Los milicianos no son militares, son tipos normales y corrientes que comenzaron la guerra con cuchillos de cocina, y llevan consigo toda una actitud ante la vida que no cuadra mucho con la frialdad asesina que es necesaria para hacer bien la guerra. Animado y apoyado por Ghassam, hablo con el jefe del pelotón para convencerle de que caven trincheras. En todo el frente, agazapados cuando caen los misiles tendrían muchas menos bajas. No es posible, me dicen, ésa es la forma de actuar del ejército de Gadafi, y si hacemos lo mismo, entenderán cómo funcionamos. Pero es lo que hacen todos los ejércitos del mundo, replico. Bueno, me responden, pero es que yo tendría vergüenza de meterme en un agujero en los momentos de peligro. Y así podemos pasar horas dando vueltas a lo mismo, y yo me voy sabiendo que no van a cambiar, que seguirán mostrando el pecho descubierto a los katyusha, a los Milano, a los Grad, a los morteros y a las balas que les llueven todos los días. Y es una sensación contradictoria, admirar su valor y al mismo tiempo ver cuán estúpido es actuar así. Porque a estas alturas, creo que lo que mueve a estos jóvenes ha hacer lo que hacen ha quedado reducido a dos hipótesis: o tienen un valor sin límites o no tienen conocimiento. Y creo que son las dos cosas a la vez.

Y en seguida entro en la dinámica habitual: ir de un lado para otro, cámara en ristre, esperando que alguien dispare, a sabiendas de que no hay una secuencia lógica de eventos: básicamente a dos tipos les apetece vaciar un cargador de una ametralladora de 23mm y van y lo hacen.  Pero aquí todo el mundo va hoy con sandalias y deduzco que no va a haber incursiones.

Salimos del puesto, han disparado algunos morteros y por lo menos tengo alguna foto interesante. Llegamos a una tienda en medio de la nada, a seis kilómetros del último puesto del frente de Ad Dafiniyah y a ocho o nueve de donde empieza el siguiente frente, el de Abderuf. Un agujero enorme protegido por apenas veinte hombres, un sitio tremendamente revelador para entender la guerra en Misrata: los rebeldes no tienen la capacidad de ampliar su territorio porque no pueden mantener un frente ampliado; no tienen recursos militares ni disciplina. El ejército de Gadafi no tiene la capacidad de penetrar por este agujero porque no tienen hombres ni motivación para plantarse en Misrata, que sería defendida hasta la muerte por sus habitantes.

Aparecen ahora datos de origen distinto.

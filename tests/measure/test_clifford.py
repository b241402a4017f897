"""Clifford tables against dense unitaries and against stim."""

import numpy as np
import pytest
import stim

from manybody.measure.clifford import clifford_table, pauli_matrix_2q, word_unitary
from tests.helpers import STIM_GATE, STIM_TO_CODE


def stim_tableau(word, n):
    circuit = stim.Circuit()
    circuit.append("I", [n - 1])  # fixes the qubit count
    for name, qubits in word:
        circuit.append(STIM_GATE[name], list(qubits))
    return stim.Tableau.from_circuit(circuit)


def stim_code(ps, n):
    return sum(STIM_TO_CODE[ps[q]] << (2 * q) for q in range(n))


def test_sizes_and_distinct_tableaux():
    # |C1 / U(1)| = 24 and |C2 / U(1)| = 11520 (facts of the trade).
    for n, size in ((1, 24), (2, 11520)):
        t = clifford_table(n)
        assert len(t) == size
        rows = np.concatenate([t.images, t.signs], axis=1)
        assert len(np.unique(rows, axis=0)) == size


def test_fixed_indices_never_change():
    # Pinned values of the canonical enumeration: a gate index in a file keeps its meaning.
    t = clifford_table(2)
    pinned = {0: ([1, 2, 4, 8], [1, 1, 1, 1]), 1: ([1, 2, 4, 8], [-1, 1, 1, 1]),
              17: ([1, 2, 4, 12], [-1, 1, 1, 1]), 5000: ([7, 8, 3, 9], [1, 1, 1, -1]),
              11519: ([15, 14, 12, 9], [-1, -1, -1, -1])}
    for g, (images, signs) in pinned.items():
        assert t.images[g].tolist() == images and t.signs[g].tolist() == signs
    t1 = clifford_table(1)
    assert t1.images[8].tolist() == [2, 1] and t1.words[8] == (("h", (0,)),)
    assert t1.images[20].tolist() == [3, 2] and t1.words[20] == (("s", (0,)),)


def test_conjugation_table_matches_dense_unitaries():
    t = clifford_table(2)
    paulis = np.array([pauli_matrix_2q(c) for c in range(16)])
    conj = np.einsum("gij,pjk,glk->gpil", t.unitaries, paulis, t.unitaries.conj())
    expected = t.conj_sign[..., None, None] * paulis[t.conj_code]
    assert np.allclose(conj, expected)


@pytest.mark.parametrize("n", [1, 2])
def test_tables_match_stim(n):
    # stim builds the tableau of each gate's decomposition independently of our tables.
    t = clifford_table(n)
    rng = np.random.default_rng(5)
    picks = range(len(t)) if n == 1 else rng.choice(len(t), 1500, replace=False)
    for g in picks:
        tab = stim_tableau(t.words[g], n)
        for q in range(n):
            for j, out in ((2 * q, tab.x_output(q)), (2 * q + 1, tab.z_output(q))):
                assert stim_code(out, n) == t.images[g, j]
                assert out.sign == t.signs[g, j]


def test_words_reproduce_unitaries():
    t = clifford_table(2)
    for g in np.random.default_rng(2).choice(len(t), 300, replace=False):
        u = word_unitary(t.words[g], 2)
        overlap = abs(np.trace(u.conj().T @ t.unitaries[g])) / 4
        assert overlap == pytest.approx(1.0)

Eso es todo, no hay más, sin la OTAN esta guerra durará años.

A mediodía, Misrata me parece una ciudad un poco más normal cuando veo dos tipos haciendo el macarra por la calle: uno con un quad y otro con una moto de cross, ambos con su vestimenta de gladiador. Hay una caja de pizza en el suelo del coche del tipo que me lleva al hotel.

La tarde ha sido un fiasco: a través de unos chavales que visitaré mañana, que graban música en un estudio a las afueras (a las afueras de la ciudad y a las afueras de la guerra), he ido a los talleres donde se fabrican lanzacohetes, reparan kalashnikovs, se montan las ametralladoras en la parte de atrás de los Land Cruiser. Normalmente hace falta un permiso especial y explícito de Salad Badin, comandante rebelde, pero Misrata no es exactamente un modelo de perfección en la cadena de mando, así que ha bastado con preguntar en la puerta. Naves enormes de antiguos centros de enseñanza profesional con decenas de tornos de metal, talleres de carpintería, soldado o electricidad. Y apenas un puñado de tipos trabajando donde yo esperaba algo así como una gran factoría de guerra. Unas cuantas fotos y al hotel.